PROBLEM DESCRIPTION: Reproduce the first line of the entries that follow and each later line, word for word, ending with the one containing "a keyboard. */".

INPUT DATA:
import type { SearchHit } from '@shared/jobs';
import { contains, startsWith } from './like-pattern.js';

export interface SearchRow extends Omit<SearchHit, 'path'> {
  rank: number;
}
export const MOST_HITS = 12;

/** The address a tag's code opens; a scanner types it into the search box like a keyboard. */
export function jobOfAddress(typed: string): string | null {
  return /\/jobs\/([0-9a-z-]{8,40})(?:[/?#].*)?$/.exec(typed)?.[1] ?? null;
}

const JOB = `SELECT 'job' AS kind, j.id AS id, j.number AS title, c.name || ' · ' || m.description AS detail`;
const JOB_FROM = 'FROM jobs j JOIN customers c ON c.id = j.customerId JOIN machines m ON m.id = j.machineId';
const MACHINE = `SELECT 'machine' AS kind, m.id AS id, m.description AS title, c.name || CASE WHEN m.serial = '' THEN '' ELSE ' · ' || m.serial END AS detail`;
const MACHINE_FROM = 'FROM machines m JOIN customers c ON c.id = m.customerId';
const CUSTOMER = `SELECT 'customer' AS kind, c.id AS id, c.name AS title, c.city AS detail`;
const INVOICE = `SELECT 'invoice' AS kind, i.id AS id, i.number AS title, c.name AS detail`;
const INVOICE_FROM = 'FROM invoices i JOIN customers c ON c.id = i.customerId';

/**
 * Looks where a person at the counter would: the number on the tag first, then the serial, then names from their
 * beginning, then names somewhere inside. Newer ones first where nothing else decides.
 */
export function searchStatement(typed: string, mayReadInvoices: boolean): { sql: string; parameters: readonly unknown[] } {
  const parameters = [{ typed, start: startsWith(typed), word: `% ${startsWith(typed)}`, inside: contains(typed) }];
  const piece = (rank: number, select: string, from: string, where: string) => `SELECT * FROM (${select}, ${rank} AS rank ${from} WHERE ${where} ORDER BY id DESC LIMIT ${MOST_HITS})`;
  const like = (column: string, how: 'start' | 'word' | 'inside') => `${column} LIKE :${how} ESCAPE '\\'`;
  const pieces = [
    piece(0, JOB, JOB_FROM, 'j.number = :typed COLLATE NOCASE'),
    piece(1, MACHINE, MACHINE_FROM, "m.serial = :typed COLLATE NOCASE AND m.serial <> ''"),
    piece(2, JOB, JOB_FROM, like('j.number', 'start')),
    piece(3, MACHINE, MACHINE_FROM, like('m.serial', 'start')),
    piece(4, CUSTOMER, 'FROM customers c', like('c.name', 'start')),
    piece(5, CUSTOMER, 'FROM customers c', like('c.name', 'word')),
    piece(5, MACHINE, MACHINE_FROM, `(${like('m.description', 'start')} OR ${like('m.description', 'word')})`),
    piece(6, JOB, JOB_FROM, `(${like('j.number', 'inside')} OR ${like('j.customerReference', 'start')})`),
    piece(7, CUSTOMER, 'FROM customers c', like('c.name', 'inside')),
    piece(7, MACHINE, MACHINE_FROM, `(${like('m.description', 'inside')} OR ${like('m.serial', 'inside')})`),
    ...(mayReadInvoices ? [piece(0, INVOICE, INVOICE_FROM, 'i.number = :typed COLLATE NOCASE'), piece(2, INVOICE, INVOICE_FROM, like('i.number', 'start')), piece(6, INVOICE, INVOICE_FROM, like('i.number', 'inside'))] : []),
  ];
  return {
    sql: `SELECT kind, id, title, detail, MIN(rank) AS rank FROM (${pieces.join(' UNION ALL ')}) GROUP BY kind, id ORDER BY rank, id DESC LIMIT ${MOST_HITS}`,
    parameters,
  };
}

TASK ANSWER:
import type { SearchHit } from '@shared/jobs';
import { contains, startsWith } from './like-pattern.js';

export interface SearchRow extends Omit<SearchHit, 'path'> {
  rank: number;
}
export const MOST_HITS = 12;

/** The address a tag's code opens; a scanner types it into the search box like a keyboard. */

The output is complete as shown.